こちら側の百合園さん【1話からの長編大賞】

 すると、うーんと考えるような素振りをして、三又依子がふふっと笑った。

「なりませんね〜。愛おしくて仕方ないですが、あれと同じですよ。5歳児の手を引いて歩く親御さんの気持ちと」

 なんの会話なんだ。告白したわけじゃないのに、なぜかフラれた気分だ。
 心なしか、百合園さんの頬が上がっている。背表紙をなぞって、本を取る手の機嫌が良さそうだ。

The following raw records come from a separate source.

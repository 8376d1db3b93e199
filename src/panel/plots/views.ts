/**
 * The views of one run, built from its result arrays, its inputs and its figures. Every number
 * drawn comes from the core: Welch spectra (`welch`), FIR responses (`firResponse`), smoothing
 * (`movingAverage`), dB (`toDb`) and, per visible range, the M4 envelope (see ./lines.ts).
 */
import {
  firResponse,
  movingAverage,
  toDb,
  welch,
  type PsdResult,
  type SignalView,
  type WelchOptions
} from '../../core';
import { beamView } from './beam-view';
import type { Trans } from '../../model/workbench/rules';
import { AFTER_FLOOR_DB } from '../../model/workbench/outcome';
import type { ResultArray, Run } from '../../model/workbench/runs';
import { optimumWeights } from '../../model/workbench/truth';
import { rowCount, rowOf, type LinePart, type LineSignal, type LineSource } from './lines';
import type { PlotSettings } from './settings';
import { emptySpec, type MarkerLine, type PlotSpec } from './spec';

/** The views a run can have. */
export type ViewKind =
  | 'signals'
  | 'learning'
  | 'response'
  | 'trajectories'
  | 'spectrum'
  | 'energy'
  | 'constellation'
  | 'angles'
  | 'cancellation'
  | 'spectrogram'
  | 'beam';

/** Views whose numbers come from long computations (through a `PlotCompute`, see ./compute.ts). */
export type ComputedView = 'spectrum' | 'cancellation' | 'spectrogram';

export function isComputedView(v: ViewKind): v is ComputedView {
  return v === 'spectrum' || v === 'cancellation' || v === 'spectrogram';
}

/** How complex values are drawn: magnitude and phase, or real and imaginary parts. */
export type ComplexAs = 'polar' | 'cartesian';

export interface ViewOptions {
  complexAs: ComplexAs;
  /** Learning-curve smoothing window in samples (null: the default for the length). */
  smoothing: number | null;
  /** Taps whose trajectories are drawn (null: the first four). */
  taps: number[] | null;
  /** Row (trial or channel, from 0) of K×N results drawn; arrays with fewer rows use their last. */
  row: number;
  /** Which signal the spectrogram shows: the one the run started from, or its result. */
  spectrogramOf: 'before' | 'after';
}

export const DEFAULT_VIEW_OPTIONS: ViewOptions = {
  complexAs: 'polar',
  smoothing: null,
  taps: null,
  row: 0,
  spectrogramOf: 'before'
};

「……そっか……そうなんですね。じゃあ、わたしはそろそろ帰ります」

 もう行っちゃうのか。
 視線を下げたとき、手のひらにカサッとしたものが当たって、握るように何かを渡された。
 ……なんだ? 紙か?
 すれ違いざま、一瞬だけ視線が触れ合って、百合園さんは図書室を出て行った。

「まーくん、どうかしました?」

 顔を見られないように下を向きつつ、握りしめている手を隠す。
 尋常じゃないくらいの手汗と、動悸がうるさい。

「……なんでもない」
「ならいいですけど。あっ、そういえば、これ。百合園さんが忘れていったみたいなので、渡しておいてくれませんか?」

 書類でも入っていそうな茶封筒だ。本を取るときに置いて、そのままになっていたのか。
 そのあとすぐ、三又依子は生徒会へ向かった。

 重要なものだと困るだろうし、まだ教室に残っているかもしれない。
 広げたい気持ちと握っていた紙を制服のポケットに入れて、僕は百合園さんを探した。
 教室に彼女の姿はなく、できる限り校内を歩いてみたけど見当たらない。かばんが机の上に残されていたから、学校のどこかにいることは確かだ。
 どこへ行ったんだ?

 なんとなく裏庭へ出て、急がせていた足を緩めた。校舎の角から人の気配がする。